ENTRIES PROVIDED
------------------------------
// lockLossLLR weighs a quantity found beyond the module's limit at a loss of lock with light
// present: strong at the limit, growing by 2 per unit of ratio beyond it up to 6 — the further
// outside its specified tolerance, the less a module is expected to hold lock (common practice),
// so of two quantities beyond their limits the one further out ranks first.
func lockLossLLR(ratio float64) float64 {
	return math.Min(llrLockLossMax, llrStrong+llrLockLossPerRatio*math.Max(0, ratio-1))
}

// lockLossExplained says whether DGD, PDL, SOP rate or LO offset was beyond the module's limit
// at one of the samples where the receiver lost lock with light present.
func (pc *portCtx) lockLossExplained() bool {
	p := pc.prof
	for _, c := range []struct {
		q     parse.Quantity
		limit float64
		abs   bool
	}{{parse.DGDps, p.DGDTolerancePs, false}, {parse.PDLdB, p.PDLTolerancedB, false},
		{parse.SOPRateKradPerS, p.SOPTrackingKradS, false}, {parse.LOOffsetMHz, p.LOOffsetRangeMHz, true}} {
		if n, _ := pc.lockLossOver(c.q, c.limit, c.abs); n > 0 {
			return true
		}
	}
	return false
}

func nanAt(v []float64, i int) bool { return v == nil || math.IsNaN(v[i]) }

func dur(ms int64) string {
	sec := float64(ms) / 1000
	switch {
	case sec < 120:
		return fmt.Sprintf("%.0f s", sec)
	case sec < 7200:
		return fmt.Sprintf("%.1f min", sec/60)
	}
	return fmt.Sprintf("%.1f h", sec/3600)
}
------------------------------
WHAT NEEDS TO BE DONE
Take the entries above and repeat them. Alter nothing.

RESPONSE BOX
// lockLossLLR weighs a quantity found beyond the module's limit at a loss of lock with light
// present: strong at the limit, growing by 2 per unit of ratio beyond it up to 6 — the further
// outside its specified tolerance, the less a module is expected to hold lock (common practice),
// so of two quantities beyond their limits the one further out ranks first.
func lockLossLLR(ratio float64) float64 {
	return math.Min(llrLockLossMax, llrStrong+llrLockLossPerRatio*math.Max(0, ratio-1))
}

// lockLossExplained says whether DGD, PDL, SOP rate or LO offset was beyond the module's limit
// at one of the samples where the receiver lost lock with light present.
func (pc *portCtx) lockLossExplained() bool {
	p := pc.prof
	for _, c := range []struct {
		q     parse.Quantity
		limit float64
		abs   bool
	}{{parse.DGDps, p.DGDTolerancePs, false}, {parse.PDLdB, p.PDLTolerancedB, false},
		{parse.SOPRateKradPerS, p.SOPTrackingKradS, false}, {parse.LOOffsetMHz, p.LOOffsetRangeMHz, true}} {
		if n, _ := pc.lockLossOver(c.q, c.limit, c.abs); n > 0 {
			return true
		}
	}
	return false
}

func nanAt(v []float64, i int) bool { return v == nil || math.IsNaN(v[i]) }

func dur(ms int64) string {
	sec := float64(ms) / 1000
	switch {
	case sec < 120:
		return fmt.Sprintf("%.0f s", sec)
	case sec < 7200:
		return fmt.Sprintf("%.1f min", sec/60)
	}
	return fmt.Sprintf("%.1f h", sec/3600)
}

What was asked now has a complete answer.